(Stored data entries)
**********

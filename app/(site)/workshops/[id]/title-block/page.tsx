import type { Metadata } from 'next';
import { TitleBlock } from '@/components/drawing/title-block';
import { titleFields } from '@/components/sheet/title-fields';
import { orNotFound } from '@/components/site/or-not-found';
import { LogoForm } from '@/components/workshops/logo-form';
import { TitleBlockForm } from '@/components/workshops/title-block-form';
import { WorkshopFrame } from '@/components/workshops/workshop-frame';
import { ALLOWED_IN_WORKSHOP } from '@/lib/access';
import { personForPage } from '@/lib/accounts/session';
import { TitleBlockEntries, titleBlockOf } from '@/lib/notebooks';
import { readWorkshop } from '@/lib/workshops';

export const metadata: Metadata = { title: 'Title block and logo' };

interface PageProps {
  params: Promise<{ id: string }>;
}

/** A sheet that nobody has begun, to show what the workshop says in its title block. */
const SAMPLE = { id: '0107', title: 'Title of a notebook' };

export default async function WorkshopTitleBlockPage({ params }: PageProps) {
  const { id } = await params;
  const person = await personForPage(`/workshops/${id}/title-block`);
  const workshop = await orNotFound(readWorkshop(person, id));
  const { start, titleBlock } = workshop.settings;
  const form = {
    path: `/api/workshops/${id}`,
    mayChange: ALLOWED_IN_WORKSHOP[workshop.role].has('workshop.change'),
  };
  const block = titleBlockOf({
    notebook: SAMPLE,
    workshop,
    entries: TitleBlockEntries.parse({}),
    author: person.name,
  });
  return (
    <WorkshopFrame workshop={workshop} part="title-block">
      {!form.mayChange && <p className="text-small text-soft">Only an admin changes these.</p>}
      <div className="grid items-start gap-6 lg:grid-cols-2">
        <TitleBlockForm {...form} workshop={workshop.name} settings={titleBlock} />
        <LogoForm {...form} logo={titleBlock.logo} />
      </div>
      <section aria-labelledby="sample" className="space-y-2">
        <h2 id="sample" className="text-small font-semibold">
          As it stands at the foot of a new sheet
        </h2>
        <div className="border-b-2 border-r-2 border-ink max-sm:border-l-2 lg:max-w-3xl">
          <TitleBlock
            fields={titleFields({
              block,
              version: 0,
              savedAt: null,
              settings: start,
              logoAt: `${form.path}/logo`,
            })}
          />
        </div>
      </section>
    </WorkshopFrame>
  );
}
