import { SheetFrame } from '@/components/drawing/sheet-frame';
import { TitleBlock } from '@/components/drawing/title-block';
import { answersFor, isHurried } from '@/components/sheet/answers';
import { CellRows } from '@/components/sheet/cell-rows';
import { foldAnswer } from '@/components/sheet/state/shown';
import type { NotebookContent } from '@/lib/notebooks/content';

/** A pentagonal light: small enough to read at a glance, and evaluated like any other sheet. */
const EXAMPLE: NotebookContent = {
  format: 1,
  settings: { digits: 30, unit: 'mm', step: '0.5 mm', rounding: 'half-even' },
  cells: [
    { id: 'r', kind: 'dimension', source: 'R = 1200 mm' },
    { id: 's', kind: 'dimension', source: 's = 2 R sin(turn/10)' },
    { id: 'p', kind: 'dimension', source: 's^2 == R^2 (5 - sqrt(5))/2' },
    { id: 'g', kind: 'dimension', source: 'a = turn/7' },
  ],
};

/** A real sheet on the front page, its figures worked out by this server. */
export async function FrontExample() {
  const answers = await answersFor(EXAMPLE);
  if (answers === null || isHurried(answers)) return null;
  const shown = foldAnswer(new Map(), answers);
  return (
    <section aria-label="An example sheet" className="min-w-0">
      <SheetFrame
        zones={8}
        short
        foot={
          <TitleBlock
            fields={[
              { label: 'Title', value: 'Five-light oculus', span: 6, strong: true },
              { label: 'Unit', value: 'mm', span: 3 },
              { label: 'Cutting step', value: '0.5 mm', span: 3 },
            ]}
          />
        }
      >
        <div className="space-y-5 px-3 py-5">
          {EXAMPLE.cells.map(({ id, source }) => (
            <CellRows key={id} source={source} lines={shown.get(id) ?? []} />
          ))}
        </div>
      </SheetFrame>
    </section>
  );
}
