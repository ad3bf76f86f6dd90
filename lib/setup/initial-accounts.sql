-- The administrator comes in over the socket alone, which only the owner of the data folder can reach.
delete from mysql.global_priv where User = 'root' and Host <> 'localhost';
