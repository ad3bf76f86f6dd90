'use client';

import Link from 'next/link';
import { EntryLine } from '@/components/sheet/entry-line';
import { sayResult } from '@/components/sheet/wording';
import { LiveSource } from './live-source';
import { SAMPLES } from './samples';
import type { Trial } from './tried';
import { useTrial } from './use-trial';

/** One cell that anybody may write into: its lines above, the entries they make on the sheet below. */
export function LiveCell({ first }: { first: Trial }) {
  const { source, setSource, lines, fault, settled } = useTrial(first);
  return (
    <div className="px-2 pb-5 pt-3 sm:px-3">
      <form
        action="/"
        className="border border-snapline bg-hand px-3 pb-2 pt-1.5 has-[.cm-content:focus]:outline-2 has-[.cm-content:focus]:outline-offset-2 has-[.cm-content:focus]:outline-snapline"
      >
        <div className="flex items-baseline justify-between gap-3 text-small text-soft">
          <span aria-hidden="true">Write here, a line for each mark</span>
          <span role="status">{settled ? '' : 'working out…'}</span>
        </div>
        <div className="mt-1 -ml-1 border-l-2 border-snapline pl-2.5">
          <LiveSource source={source} lines={lines} onWrite={setSource} />
        </div>
        <noscript>
          <button
            type="submit"
            className="mt-2 border border-rule px-3 py-1 text-small font-medium"
          >
            Work it out
          </button>
        </noscript>
      </form>
      <ul className="mt-2 flex flex-wrap gap-x-3 gap-y-1 text-small" aria-label="Samples to put in">
        {SAMPLES.map(({ title, lines: sample }) => (
          <li key={title}>
            <Link
              href={`/?lines=${encodeURIComponent(sample)}`}
              prefetch={false}
              scroll={false}
              onClick={(event) => {
                event.preventDefault();
                setSource(sample);
              }}
              aria-current={source === sample ? 'true' : undefined}
              className="inline-block py-0.5 text-snapline underline decoration-hairline underline-offset-4 hover:decoration-current aria-current:text-ink aria-current:decoration-ruddle aria-current:decoration-2"
            >
              {title}
            </Link>
          </li>
        ))}
      </ul>
      {fault !== null && (
        <p
          role="alert"
          className="mt-3 border border-l-4 border-ochre bg-ochre-wash px-3 py-2 text-small"
        >
          {fault}
        </p>
      )}
      <div className="mt-5 space-y-5" aria-label="What they come to" role="group">
        {lines.map((line) => (
          <EntryLine key={line.result.line} line={line} greyed={fault !== null} />
        ))}
        {lines.length === 0 && fault === null && (
          <p className="py-6 text-center font-serif text-note italic text-soft">
            What you write stands here as on a sheet.
          </p>
        )}
      </div>
      <p role="status" aria-live="polite" className="sr-only">
        {settled && source !== first.source
          ? lines.map(({ result }) => sayResult(result)).join(' ')
          : ''}
      </p>
    </div>
  );
}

**********

Task directions:
From the data, report how many lines hold "CellRows", leaving out any other words.

Answer space:
2